EXERCISE:
In the records below, find the line that contains "filename sample-data/random.mjs" and the line that contains "let value = next.normalized();". Set down exactly those lines and every line between them, and nothing more.

RECORDS SUPPLIED:
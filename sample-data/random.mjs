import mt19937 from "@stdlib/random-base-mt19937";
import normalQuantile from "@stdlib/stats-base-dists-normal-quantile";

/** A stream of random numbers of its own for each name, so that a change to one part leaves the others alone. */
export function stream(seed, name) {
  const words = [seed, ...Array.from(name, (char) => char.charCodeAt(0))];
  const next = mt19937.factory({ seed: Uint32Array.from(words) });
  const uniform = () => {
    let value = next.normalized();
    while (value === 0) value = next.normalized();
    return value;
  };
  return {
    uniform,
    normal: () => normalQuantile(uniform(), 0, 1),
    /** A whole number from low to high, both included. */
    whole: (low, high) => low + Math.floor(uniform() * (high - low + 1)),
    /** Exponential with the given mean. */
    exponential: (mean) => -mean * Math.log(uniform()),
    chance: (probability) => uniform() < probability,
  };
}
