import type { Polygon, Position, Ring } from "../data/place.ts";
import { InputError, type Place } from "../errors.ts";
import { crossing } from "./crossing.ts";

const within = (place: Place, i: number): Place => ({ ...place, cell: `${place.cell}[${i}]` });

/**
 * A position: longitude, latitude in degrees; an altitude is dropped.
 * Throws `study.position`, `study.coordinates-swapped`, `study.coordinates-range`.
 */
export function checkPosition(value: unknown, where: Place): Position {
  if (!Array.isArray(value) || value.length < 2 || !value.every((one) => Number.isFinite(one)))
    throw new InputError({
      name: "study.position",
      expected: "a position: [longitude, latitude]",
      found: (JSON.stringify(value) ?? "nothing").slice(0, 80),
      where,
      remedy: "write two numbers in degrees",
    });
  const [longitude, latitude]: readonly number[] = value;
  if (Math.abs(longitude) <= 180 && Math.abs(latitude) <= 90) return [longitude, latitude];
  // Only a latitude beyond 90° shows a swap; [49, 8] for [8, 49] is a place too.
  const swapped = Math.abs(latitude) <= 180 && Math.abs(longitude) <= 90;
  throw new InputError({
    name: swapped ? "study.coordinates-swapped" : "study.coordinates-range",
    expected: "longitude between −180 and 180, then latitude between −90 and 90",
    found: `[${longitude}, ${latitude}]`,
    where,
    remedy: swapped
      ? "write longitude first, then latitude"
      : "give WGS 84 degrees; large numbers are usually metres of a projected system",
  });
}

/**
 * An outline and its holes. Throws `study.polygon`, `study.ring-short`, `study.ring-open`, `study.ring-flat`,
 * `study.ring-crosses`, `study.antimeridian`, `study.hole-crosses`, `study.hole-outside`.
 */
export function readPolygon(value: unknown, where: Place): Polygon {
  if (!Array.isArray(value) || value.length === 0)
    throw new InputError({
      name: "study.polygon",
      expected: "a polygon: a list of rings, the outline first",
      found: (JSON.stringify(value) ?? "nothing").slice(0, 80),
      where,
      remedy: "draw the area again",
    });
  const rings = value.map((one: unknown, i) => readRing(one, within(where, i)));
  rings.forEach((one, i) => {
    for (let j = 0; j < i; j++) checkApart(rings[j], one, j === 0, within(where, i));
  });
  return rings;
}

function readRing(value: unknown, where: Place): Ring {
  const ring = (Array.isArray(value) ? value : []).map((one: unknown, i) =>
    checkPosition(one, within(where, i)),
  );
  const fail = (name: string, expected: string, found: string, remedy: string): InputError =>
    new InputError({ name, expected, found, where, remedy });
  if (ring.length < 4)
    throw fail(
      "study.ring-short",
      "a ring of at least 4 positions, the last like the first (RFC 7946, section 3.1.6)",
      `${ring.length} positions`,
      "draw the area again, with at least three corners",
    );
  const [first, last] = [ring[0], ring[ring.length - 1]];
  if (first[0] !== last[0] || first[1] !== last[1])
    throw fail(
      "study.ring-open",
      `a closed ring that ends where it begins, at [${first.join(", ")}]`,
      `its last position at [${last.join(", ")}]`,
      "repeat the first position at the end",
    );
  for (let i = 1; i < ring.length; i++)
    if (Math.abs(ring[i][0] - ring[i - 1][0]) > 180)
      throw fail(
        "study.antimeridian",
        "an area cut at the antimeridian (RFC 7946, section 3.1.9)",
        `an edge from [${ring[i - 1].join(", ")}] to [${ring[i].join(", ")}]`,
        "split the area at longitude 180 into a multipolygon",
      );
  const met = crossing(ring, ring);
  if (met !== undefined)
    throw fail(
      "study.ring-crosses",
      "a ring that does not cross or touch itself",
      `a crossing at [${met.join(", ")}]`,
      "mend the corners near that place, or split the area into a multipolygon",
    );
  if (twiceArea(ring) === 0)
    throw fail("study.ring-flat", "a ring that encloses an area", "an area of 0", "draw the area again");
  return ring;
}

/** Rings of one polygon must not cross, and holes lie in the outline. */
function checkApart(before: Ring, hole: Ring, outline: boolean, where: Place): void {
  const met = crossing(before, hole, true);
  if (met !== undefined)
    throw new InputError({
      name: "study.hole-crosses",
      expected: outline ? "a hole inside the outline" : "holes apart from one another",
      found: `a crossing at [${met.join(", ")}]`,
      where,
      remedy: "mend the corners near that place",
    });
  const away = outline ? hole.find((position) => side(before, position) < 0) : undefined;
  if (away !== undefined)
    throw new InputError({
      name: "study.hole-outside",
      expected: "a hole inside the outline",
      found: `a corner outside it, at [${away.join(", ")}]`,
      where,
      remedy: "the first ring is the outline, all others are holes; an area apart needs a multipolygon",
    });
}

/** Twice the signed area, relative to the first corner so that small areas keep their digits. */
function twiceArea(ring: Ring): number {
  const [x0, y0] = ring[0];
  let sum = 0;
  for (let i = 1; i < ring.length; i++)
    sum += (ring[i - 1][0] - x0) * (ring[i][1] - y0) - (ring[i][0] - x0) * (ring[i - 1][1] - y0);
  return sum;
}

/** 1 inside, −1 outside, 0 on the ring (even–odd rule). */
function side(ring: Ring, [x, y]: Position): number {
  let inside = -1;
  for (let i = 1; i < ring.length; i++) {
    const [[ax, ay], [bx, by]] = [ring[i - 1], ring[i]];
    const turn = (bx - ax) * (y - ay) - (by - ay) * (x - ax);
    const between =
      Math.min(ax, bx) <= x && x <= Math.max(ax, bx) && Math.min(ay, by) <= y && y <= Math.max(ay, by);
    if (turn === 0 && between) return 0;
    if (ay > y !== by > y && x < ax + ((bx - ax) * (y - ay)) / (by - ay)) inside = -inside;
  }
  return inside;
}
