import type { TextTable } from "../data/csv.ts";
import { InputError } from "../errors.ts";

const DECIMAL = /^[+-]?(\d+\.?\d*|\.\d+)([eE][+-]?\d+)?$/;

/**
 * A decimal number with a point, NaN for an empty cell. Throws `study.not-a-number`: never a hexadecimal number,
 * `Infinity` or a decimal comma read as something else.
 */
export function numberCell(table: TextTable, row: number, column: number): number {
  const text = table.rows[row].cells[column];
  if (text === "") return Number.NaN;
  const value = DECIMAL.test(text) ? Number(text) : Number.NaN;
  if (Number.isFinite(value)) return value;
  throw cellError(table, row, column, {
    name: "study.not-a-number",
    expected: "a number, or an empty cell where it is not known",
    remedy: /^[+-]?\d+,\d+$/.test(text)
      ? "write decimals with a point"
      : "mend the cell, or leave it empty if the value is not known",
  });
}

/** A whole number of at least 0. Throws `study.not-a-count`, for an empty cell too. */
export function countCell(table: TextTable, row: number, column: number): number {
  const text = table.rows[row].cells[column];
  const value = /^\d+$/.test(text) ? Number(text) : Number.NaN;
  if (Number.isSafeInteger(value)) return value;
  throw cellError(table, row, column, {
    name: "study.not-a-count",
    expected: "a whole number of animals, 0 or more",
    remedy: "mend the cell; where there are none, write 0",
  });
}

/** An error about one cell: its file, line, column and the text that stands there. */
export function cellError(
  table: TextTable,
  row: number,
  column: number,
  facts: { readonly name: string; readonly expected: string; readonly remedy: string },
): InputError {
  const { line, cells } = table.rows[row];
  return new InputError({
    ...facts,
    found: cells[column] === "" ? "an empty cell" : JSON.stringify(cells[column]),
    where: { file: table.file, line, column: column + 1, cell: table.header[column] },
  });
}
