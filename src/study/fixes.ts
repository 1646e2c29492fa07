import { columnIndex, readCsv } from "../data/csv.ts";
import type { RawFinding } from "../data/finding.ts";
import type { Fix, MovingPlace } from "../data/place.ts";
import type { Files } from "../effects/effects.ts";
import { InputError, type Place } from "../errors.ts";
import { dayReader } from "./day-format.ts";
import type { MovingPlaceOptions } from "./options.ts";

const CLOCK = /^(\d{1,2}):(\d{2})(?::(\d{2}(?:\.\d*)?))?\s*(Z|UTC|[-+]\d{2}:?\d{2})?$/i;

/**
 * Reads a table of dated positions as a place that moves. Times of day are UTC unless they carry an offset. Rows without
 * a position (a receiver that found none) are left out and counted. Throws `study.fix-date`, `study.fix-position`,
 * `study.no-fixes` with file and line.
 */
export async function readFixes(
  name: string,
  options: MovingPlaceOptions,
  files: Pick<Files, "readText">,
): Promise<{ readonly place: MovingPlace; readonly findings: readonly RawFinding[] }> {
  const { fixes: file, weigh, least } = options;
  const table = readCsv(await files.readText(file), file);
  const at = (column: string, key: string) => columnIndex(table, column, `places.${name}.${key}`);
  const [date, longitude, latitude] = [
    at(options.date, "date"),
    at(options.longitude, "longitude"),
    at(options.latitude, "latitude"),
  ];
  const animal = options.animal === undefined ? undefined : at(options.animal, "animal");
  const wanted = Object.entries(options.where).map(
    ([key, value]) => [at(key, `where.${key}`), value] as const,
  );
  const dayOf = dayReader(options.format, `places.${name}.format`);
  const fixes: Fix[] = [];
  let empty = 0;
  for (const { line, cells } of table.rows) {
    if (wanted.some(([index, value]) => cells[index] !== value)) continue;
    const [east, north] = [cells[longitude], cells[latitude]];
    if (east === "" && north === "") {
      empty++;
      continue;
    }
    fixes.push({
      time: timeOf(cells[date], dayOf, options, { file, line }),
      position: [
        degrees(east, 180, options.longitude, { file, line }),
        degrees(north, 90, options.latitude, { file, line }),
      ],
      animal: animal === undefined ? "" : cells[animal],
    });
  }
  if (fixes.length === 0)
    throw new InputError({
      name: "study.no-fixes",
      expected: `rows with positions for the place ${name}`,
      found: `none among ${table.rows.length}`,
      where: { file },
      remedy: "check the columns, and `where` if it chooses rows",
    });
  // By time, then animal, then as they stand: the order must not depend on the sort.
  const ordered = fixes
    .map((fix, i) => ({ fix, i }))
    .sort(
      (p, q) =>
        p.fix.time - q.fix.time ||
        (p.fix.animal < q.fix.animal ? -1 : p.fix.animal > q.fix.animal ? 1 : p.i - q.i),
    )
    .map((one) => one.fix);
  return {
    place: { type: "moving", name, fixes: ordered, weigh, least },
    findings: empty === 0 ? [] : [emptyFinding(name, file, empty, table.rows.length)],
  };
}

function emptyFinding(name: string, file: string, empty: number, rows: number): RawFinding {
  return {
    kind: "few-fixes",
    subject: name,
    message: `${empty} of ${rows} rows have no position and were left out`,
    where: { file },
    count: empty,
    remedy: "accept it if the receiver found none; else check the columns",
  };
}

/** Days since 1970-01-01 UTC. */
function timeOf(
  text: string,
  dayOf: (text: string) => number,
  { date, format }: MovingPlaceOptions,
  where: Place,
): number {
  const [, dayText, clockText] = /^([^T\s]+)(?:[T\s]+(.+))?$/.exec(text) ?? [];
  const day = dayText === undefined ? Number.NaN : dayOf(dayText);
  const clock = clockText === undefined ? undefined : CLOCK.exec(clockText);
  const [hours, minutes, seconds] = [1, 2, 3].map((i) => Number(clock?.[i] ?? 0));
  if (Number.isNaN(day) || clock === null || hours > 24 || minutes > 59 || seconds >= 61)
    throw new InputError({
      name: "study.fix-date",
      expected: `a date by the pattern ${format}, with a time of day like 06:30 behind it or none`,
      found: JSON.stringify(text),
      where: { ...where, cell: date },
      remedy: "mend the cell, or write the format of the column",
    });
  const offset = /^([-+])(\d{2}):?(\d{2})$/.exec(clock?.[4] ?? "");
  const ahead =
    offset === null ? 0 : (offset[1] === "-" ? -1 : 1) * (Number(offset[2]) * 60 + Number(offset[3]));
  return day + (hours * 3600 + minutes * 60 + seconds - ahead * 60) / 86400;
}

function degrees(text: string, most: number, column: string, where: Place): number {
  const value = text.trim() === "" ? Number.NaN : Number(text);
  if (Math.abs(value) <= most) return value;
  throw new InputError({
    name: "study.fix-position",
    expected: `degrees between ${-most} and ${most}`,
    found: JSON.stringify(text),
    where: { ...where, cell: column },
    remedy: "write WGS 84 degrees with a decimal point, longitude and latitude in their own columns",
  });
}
---
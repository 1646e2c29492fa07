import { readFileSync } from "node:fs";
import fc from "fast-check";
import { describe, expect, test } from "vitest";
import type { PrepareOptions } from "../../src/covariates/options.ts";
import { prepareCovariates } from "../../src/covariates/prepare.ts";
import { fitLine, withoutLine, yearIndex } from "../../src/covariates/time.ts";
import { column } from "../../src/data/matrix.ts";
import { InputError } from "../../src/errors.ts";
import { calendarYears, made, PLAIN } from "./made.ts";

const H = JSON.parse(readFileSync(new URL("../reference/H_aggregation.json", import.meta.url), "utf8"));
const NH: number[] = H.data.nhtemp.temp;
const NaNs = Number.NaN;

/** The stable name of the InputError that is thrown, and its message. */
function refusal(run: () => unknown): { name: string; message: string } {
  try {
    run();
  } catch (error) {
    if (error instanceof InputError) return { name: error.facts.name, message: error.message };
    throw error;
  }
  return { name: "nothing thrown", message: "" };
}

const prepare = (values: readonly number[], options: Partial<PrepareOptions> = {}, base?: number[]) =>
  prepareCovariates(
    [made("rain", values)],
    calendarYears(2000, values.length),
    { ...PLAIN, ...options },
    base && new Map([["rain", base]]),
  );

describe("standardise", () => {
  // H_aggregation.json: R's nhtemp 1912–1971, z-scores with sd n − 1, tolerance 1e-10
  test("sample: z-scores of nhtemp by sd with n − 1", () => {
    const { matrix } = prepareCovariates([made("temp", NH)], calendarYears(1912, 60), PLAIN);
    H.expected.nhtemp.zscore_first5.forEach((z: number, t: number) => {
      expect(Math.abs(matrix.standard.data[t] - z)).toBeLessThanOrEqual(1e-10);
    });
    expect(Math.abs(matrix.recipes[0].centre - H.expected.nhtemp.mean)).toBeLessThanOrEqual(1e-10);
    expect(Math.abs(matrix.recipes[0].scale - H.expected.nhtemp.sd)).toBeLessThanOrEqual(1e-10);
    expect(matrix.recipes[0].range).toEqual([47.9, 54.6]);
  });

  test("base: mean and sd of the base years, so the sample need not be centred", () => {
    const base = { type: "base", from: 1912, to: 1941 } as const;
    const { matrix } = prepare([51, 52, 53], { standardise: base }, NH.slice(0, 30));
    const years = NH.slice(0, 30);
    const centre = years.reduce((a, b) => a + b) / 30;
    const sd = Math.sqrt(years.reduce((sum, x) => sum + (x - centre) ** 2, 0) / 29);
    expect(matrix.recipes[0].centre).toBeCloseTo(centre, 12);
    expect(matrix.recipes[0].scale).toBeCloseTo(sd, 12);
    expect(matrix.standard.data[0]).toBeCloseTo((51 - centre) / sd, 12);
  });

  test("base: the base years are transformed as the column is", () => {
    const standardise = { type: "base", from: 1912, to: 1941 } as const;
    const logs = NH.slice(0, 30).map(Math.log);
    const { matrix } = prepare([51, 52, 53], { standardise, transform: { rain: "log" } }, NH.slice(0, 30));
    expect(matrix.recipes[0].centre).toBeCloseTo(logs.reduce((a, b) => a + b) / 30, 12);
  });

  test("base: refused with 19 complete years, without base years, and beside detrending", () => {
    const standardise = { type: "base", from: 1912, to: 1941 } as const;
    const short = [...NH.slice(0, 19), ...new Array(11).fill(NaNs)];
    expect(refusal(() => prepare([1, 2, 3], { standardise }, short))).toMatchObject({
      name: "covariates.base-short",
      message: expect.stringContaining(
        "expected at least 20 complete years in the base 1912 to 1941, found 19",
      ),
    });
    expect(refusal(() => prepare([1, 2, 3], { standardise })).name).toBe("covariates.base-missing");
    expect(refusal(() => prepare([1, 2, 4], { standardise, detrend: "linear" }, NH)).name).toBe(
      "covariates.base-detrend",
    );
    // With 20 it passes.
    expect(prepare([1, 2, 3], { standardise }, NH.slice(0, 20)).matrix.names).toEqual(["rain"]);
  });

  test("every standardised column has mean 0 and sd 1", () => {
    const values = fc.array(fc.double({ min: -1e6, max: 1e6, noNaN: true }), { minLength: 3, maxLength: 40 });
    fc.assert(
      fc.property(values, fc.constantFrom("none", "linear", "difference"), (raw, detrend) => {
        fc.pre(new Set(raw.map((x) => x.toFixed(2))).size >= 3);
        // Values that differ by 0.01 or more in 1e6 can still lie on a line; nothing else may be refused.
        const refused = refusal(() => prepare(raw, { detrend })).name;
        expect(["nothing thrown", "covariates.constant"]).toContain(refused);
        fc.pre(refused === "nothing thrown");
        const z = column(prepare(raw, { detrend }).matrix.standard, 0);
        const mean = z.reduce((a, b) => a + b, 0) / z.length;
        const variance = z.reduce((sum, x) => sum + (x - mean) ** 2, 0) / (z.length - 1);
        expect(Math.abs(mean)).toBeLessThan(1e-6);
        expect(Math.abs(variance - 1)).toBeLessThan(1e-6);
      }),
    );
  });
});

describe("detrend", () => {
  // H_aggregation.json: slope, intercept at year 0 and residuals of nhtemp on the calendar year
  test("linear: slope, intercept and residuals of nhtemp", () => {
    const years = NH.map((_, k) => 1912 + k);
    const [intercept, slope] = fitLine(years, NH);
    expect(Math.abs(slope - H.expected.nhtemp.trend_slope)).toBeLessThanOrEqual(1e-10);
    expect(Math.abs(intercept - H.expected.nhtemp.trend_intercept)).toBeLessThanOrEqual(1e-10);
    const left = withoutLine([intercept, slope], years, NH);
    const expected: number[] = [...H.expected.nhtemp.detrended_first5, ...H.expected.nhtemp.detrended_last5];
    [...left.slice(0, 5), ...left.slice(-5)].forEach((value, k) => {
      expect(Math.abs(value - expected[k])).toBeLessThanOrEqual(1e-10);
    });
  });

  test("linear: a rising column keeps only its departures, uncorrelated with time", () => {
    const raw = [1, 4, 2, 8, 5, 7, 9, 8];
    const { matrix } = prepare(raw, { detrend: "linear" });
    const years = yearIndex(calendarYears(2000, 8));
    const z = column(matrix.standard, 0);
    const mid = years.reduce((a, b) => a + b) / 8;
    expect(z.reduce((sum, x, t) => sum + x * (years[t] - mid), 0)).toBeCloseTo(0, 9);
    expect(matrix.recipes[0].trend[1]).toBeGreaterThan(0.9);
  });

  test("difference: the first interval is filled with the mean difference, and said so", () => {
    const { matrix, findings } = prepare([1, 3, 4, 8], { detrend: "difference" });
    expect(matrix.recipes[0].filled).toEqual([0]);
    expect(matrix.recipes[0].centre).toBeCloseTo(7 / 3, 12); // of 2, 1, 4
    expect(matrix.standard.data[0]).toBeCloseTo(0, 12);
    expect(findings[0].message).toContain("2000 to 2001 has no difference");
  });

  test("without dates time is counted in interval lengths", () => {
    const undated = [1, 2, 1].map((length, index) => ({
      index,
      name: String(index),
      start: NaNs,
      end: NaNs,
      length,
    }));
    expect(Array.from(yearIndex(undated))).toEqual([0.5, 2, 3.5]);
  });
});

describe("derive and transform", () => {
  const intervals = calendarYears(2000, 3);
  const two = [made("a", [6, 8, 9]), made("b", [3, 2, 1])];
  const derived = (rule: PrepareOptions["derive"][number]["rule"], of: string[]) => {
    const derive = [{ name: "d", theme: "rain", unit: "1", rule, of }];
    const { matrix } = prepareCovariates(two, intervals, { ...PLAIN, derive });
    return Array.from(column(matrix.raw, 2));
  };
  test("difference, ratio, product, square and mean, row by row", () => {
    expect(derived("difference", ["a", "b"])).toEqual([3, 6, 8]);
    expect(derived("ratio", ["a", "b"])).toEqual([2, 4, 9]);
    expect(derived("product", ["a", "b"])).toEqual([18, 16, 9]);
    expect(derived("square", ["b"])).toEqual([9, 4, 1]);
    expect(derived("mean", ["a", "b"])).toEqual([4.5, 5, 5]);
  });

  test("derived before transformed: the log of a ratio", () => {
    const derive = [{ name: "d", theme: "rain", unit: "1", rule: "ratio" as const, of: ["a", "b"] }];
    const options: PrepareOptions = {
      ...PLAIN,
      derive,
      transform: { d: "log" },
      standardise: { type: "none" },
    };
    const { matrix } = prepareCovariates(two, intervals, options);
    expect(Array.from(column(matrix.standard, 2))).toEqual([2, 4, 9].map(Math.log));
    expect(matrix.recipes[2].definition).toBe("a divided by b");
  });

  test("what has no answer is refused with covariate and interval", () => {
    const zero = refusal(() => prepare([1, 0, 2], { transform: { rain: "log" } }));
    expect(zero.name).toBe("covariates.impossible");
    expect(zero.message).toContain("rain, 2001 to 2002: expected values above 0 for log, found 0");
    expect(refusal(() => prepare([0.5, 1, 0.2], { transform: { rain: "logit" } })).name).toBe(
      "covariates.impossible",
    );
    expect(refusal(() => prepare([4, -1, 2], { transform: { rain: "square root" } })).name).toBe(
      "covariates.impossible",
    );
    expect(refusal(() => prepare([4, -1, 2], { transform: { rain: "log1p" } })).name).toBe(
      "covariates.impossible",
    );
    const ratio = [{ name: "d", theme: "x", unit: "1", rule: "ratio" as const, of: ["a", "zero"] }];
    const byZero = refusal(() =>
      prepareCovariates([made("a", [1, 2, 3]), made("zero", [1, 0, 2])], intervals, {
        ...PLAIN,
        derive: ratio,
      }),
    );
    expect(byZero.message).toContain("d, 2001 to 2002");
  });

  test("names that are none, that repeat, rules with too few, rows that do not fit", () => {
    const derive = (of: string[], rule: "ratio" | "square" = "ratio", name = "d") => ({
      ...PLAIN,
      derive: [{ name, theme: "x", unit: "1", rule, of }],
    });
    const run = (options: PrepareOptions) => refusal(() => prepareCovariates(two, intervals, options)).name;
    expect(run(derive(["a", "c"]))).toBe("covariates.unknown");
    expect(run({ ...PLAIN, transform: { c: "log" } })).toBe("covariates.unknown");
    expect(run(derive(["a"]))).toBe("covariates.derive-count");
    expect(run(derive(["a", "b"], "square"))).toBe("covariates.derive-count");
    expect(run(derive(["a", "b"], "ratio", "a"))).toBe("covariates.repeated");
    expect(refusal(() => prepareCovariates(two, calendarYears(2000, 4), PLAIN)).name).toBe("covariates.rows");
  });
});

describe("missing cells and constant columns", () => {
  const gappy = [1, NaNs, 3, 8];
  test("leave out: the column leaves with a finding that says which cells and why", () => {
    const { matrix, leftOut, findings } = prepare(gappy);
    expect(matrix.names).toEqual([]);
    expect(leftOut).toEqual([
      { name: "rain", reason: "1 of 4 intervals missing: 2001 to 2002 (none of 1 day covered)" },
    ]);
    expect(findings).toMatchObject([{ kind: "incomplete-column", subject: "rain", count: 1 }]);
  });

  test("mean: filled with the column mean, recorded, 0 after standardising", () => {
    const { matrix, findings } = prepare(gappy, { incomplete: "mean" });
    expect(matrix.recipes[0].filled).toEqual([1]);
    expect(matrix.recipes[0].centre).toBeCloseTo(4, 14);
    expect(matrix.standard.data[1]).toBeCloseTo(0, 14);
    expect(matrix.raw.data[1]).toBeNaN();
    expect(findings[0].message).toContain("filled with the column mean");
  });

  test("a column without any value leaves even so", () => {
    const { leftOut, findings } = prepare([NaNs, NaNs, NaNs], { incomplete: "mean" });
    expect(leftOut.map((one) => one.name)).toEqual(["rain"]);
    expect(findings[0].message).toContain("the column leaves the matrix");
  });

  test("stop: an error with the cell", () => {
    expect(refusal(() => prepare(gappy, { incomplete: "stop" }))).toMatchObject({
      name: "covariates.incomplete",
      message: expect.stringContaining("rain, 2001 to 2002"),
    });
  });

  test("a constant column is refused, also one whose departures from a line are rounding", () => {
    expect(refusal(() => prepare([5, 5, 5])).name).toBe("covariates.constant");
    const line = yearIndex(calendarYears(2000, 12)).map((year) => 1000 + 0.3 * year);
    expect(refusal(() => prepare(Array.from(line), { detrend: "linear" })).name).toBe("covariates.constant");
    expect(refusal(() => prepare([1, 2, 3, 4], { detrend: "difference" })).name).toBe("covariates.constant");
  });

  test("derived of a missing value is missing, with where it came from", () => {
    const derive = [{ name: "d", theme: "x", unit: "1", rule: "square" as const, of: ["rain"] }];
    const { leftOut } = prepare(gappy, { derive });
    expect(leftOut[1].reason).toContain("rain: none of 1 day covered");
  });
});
* * *
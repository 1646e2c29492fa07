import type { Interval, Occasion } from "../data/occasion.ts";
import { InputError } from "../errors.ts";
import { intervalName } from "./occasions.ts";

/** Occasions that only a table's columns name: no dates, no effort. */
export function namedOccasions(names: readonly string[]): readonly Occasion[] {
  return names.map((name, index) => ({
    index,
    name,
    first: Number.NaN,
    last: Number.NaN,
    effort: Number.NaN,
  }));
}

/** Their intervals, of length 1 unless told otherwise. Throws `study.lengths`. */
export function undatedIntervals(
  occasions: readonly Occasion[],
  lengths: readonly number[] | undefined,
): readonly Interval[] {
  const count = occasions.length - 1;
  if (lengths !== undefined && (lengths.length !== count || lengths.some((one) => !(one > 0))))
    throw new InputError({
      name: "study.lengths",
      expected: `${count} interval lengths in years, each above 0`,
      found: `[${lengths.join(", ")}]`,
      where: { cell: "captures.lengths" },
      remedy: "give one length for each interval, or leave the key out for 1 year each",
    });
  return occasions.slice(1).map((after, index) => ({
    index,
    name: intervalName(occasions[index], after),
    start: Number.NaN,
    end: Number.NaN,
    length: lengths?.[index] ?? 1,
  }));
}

WRITTEN RESPONSE:
filename sample-data/random.mjs
import mt19937 from "@stdlib/random-base-mt19937";
import normalQuantile from "@stdlib/stats-base-dists-normal-quantile";

/** A stream of random numbers of its own for each name, so that a change to one part leaves the others alone. */
export function stream(seed, name) {
  const words = [seed, ...Array.from(name, (char) => char.charCodeAt(0))];
  const next = mt19937.factory({ seed: Uint32Array.from(words) });
  const uniform = () => {
    let value = next.normalized();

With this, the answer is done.